Transcribe all of the listing below in full.

Provided material »
════════════════════

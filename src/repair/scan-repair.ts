/**
 * Repair of a whole decoded scan: dust, hairs and scratches found on its L* and replaced there, the
 * rest left as the scan's own samples, bit for bit. The scan is worked in bands of rows with a margin
 * above and below (so no full-size float plane is ever made); only a band's own rows are written.
 * A replaced pixel gets the grey whose L* is the fill's, in the scan's own depth (on an RGB scan, the
 * same value in each channel; alpha is kept).
 */
import { greyToLightness, lightnessToGrey } from '../colour/index.js';
import type { Pixels } from '../image/index.js';
import { detectDamage } from './detector.js';
import { medianFill } from './fill.js';
import { networkRepair } from './network-repair.js';
import type { RepairModel } from './repair-model.js';

export interface ScanRepairOptions {
  /** The repair network; without it, the classical detector finds the damage. */
  model?: RepairModel;
  /** What goes into the masked pixels: the network's L* or the median of their surroundings. Default: the network's when there is one. */
  fill?: 'network' | 'median';
}

/** How a repair with these options is done, as records name it. */
export function repairMethod(options: ScanRepairOptions = {}): string {
  if (!options.model) return 'top-hat detection, median fill';
  const found = options.model.meta.detection === 'confirmed' ? 'top-hat detection confirmed by the' : 'top-hat candidates decided by the';
  return `${found} ${options.model.meta.name} network, ${options.fill === 'median' ? 'median' : 'network'} fill`;
}

export interface ScanRepair {
  /** The repaired scan: a copy of the input's samples with the masked pixels replaced. */
  pixels: Pixels;
  /** 1 where a pixel was replaced (full size, row-major). */
  mask: Uint8Array;
  /** Pixels replaced. */
  repaired: number;
}

/** Rows added above and below each band: the detector's reach (top-hat and texture windows), with room to grow. */
const MARGIN_ROWS = 48;

/**
 * Repairs a decoded scan. The input is not changed.
 * @example
 *   const { pixels, mask, repaired } = repairScan(decoded.pixels);
 */
export function repairScan(px: Pixels, options: ScanRepairOptions = {}): ScanRepair {
  const { width: w, height: h, channels } = px;
  const data = px.data.slice();
  const mask = new Uint8Array(w * h);
  const bandRows = Math.max(64, Math.floor((1 << 21) / w));
  const per = w * channels;
  let repaired = 0;
  for (let y0 = 0; y0 < h; y0 += bandRows) {
    const y1 = Math.min(h, y0 + bandRows);
    const top = Math.max(0, y0 - MARGIN_ROWS);
    const bottom = Math.min(h, y1 + MARGIN_ROWS);
    const rows = bottom - top;
    const L = greyToLightness(px.data.subarray(top * per, bottom * per), channels);
    let found: Uint8Array;
    let filled: Float32Array;
    if (options.model) {
      const net = networkRepair(L, w, rows, options.model);
      found = net.mask;
      filled = options.fill === 'median' ? medianFill(L, w, rows, found) : net.filled;
    } else {
      found = detectDamage(L, w, rows).mask;
      filled = medianFill(L, w, rows, found);
    }
    const coreStart = (y0 - top) * w;
    const coreEnd = (y1 - top) * w;
    const values: number[] = [];
    const at: number[] = [];
    for (let i = coreStart; i < coreEnd; i++) {
      if (!found[i]) continue;
      values.push(filled[i]!);
      at.push(top * w + i);
    }
    const grey = lightnessToGrey(
      Float32Array.from(values),
      px.depth === 16 ? new Uint16Array(values.length) : new Uint8Array(values.length),
    );
    for (let k = 0; k < at.length; k++) {
      const p = at[k]!;
      mask[p] = 1;
      const colourChannels = channels >= 3 ? 3 : 1;
      for (let c = 0; c < colourChannels; c++) data[p * channels + c] = grey[k]!;
    }
    repaired += at.length;
  }
  return { pixels: { ...px, data }, mask, repaired };
}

════════════════════

Task result »
filename src/repair/scan-repair.ts
/**
 * Repair of a whole decoded scan: dust, hairs and scratches found on its L* and replaced there, the
 * rest left as the scan's own samples, bit for bit. The scan is worked in bands of rows with a margin
 * above and below (so no full-size float plane is ever made); only a band's own rows are written.
 * A replaced pixel gets the grey whose L* is the fill's, in the scan's own depth (on an RGB scan, the
 * same value in each channel; alpha is kept).
 */
import { greyToLightness, lightnessToGrey } from '../colour/index.js';
import type { Pixels } from '../image/index.js';
import { detectDamage } from './detector.js';
import { medianFill } from './fill.js';
import { networkRepair } from './network-repair.js';
import type { RepairModel } from './repair-model.js';

export interface ScanRepairOptions {
  /** The repair network; without it, the classical detector finds the damage. */
  model?: RepairModel;
  /** What goes into the masked pixels: the network's L* or the median of their surroundings. Default: the network's when there is one. */
  fill?: 'network' | 'median';
}

/** How a repair with these options is done, as records name it. */
export function repairMethod(options: ScanRepairOptions = {}): string {
  if (!options.model) return 'top-hat detection, median fill';
  const found = options.model.meta.detection === 'confirmed' ? 'top-hat detection confirmed by the' : 'top-hat candidates decided by the';
  return `${found} ${options.model.meta.name} network, ${options.fill === 'median' ? 'median' : 'network'} fill`;
}

export interface ScanRepair {
  /** The repaired scan: a copy of the input's samples with the masked pixels replaced. */
  pixels: Pixels;
  /** 1 where a pixel was replaced (full size, row-major). */
  mask: Uint8Array;
  /** Pixels replaced. */
  repaired: number;
}

/** Rows added above and below each band: the detector's reach (top-hat and texture windows), with room to grow. */
const MARGIN_ROWS = 48;

/**
 * Repairs a decoded scan. The input is not changed.
 * @example
 *   const { pixels, mask, repaired } = repairScan(decoded.pixels);
 */
export function repairScan(px: Pixels, options: ScanRepairOptions = {}): ScanRepair {
  const { width: w, height: h, channels } = px;
  const data = px.data.slice();
  const mask = new Uint8Array(w * h);
  const bandRows = Math.max(64, Math.floor((1 << 21) / w));
  const per = w * channels;
  let repaired = 0;
  for (let y0 = 0; y0 < h; y0 += bandRows) {
    const y1 = Math.min(h, y0 + bandRows);
    const top = Math.max(0, y0 - MARGIN_ROWS);
    const bottom = Math.min(h, y1 + MARGIN_ROWS);
    const rows = bottom - top;
    const L = greyToLightness(px.data.subarray(top * per, bottom * per), channels);
    let found: Uint8Array;
    let filled: Float32Array;
    if (options.model) {
      const net = networkRepair(L, w, rows, options.model);
      found = net.mask;
      filled = options.fill === 'median' ? medianFill(L, w, rows, found) : net.filled;
    } else {
      found = detectDamage(L, w, rows).mask;
      filled = medianFill(L, w, rows, found);
    }
    const coreStart = (y0 - top) * w;
    const coreEnd = (y1 - top) * w;
    const values: number[] = [];
    const at: number[] = [];
    for (let i = coreStart; i < coreEnd; i++) {
      if (!found[i]) continue;
      values.push(filled[i]!);
      at.push(top * w + i);
    }
    const grey = lightnessToGrey(
      Float32Array.from(values),
      px.depth === 16 ? new Uint16Array(values.length) : new Uint8Array(values.length),
    );
    for (let k = 0; k < at.length; k++) {
      const p = at[k]!;
      mask[p] = 1;
      const colourChannels = channels >= 3 ? 3 : 1;
      for (let c = 0; c < colourChannels; c++) data[p * channels + c] = grey[k]!;
    }
    repaired += at.length;
  }
  return { pixels: { ...px, data }, mask, repaired };
}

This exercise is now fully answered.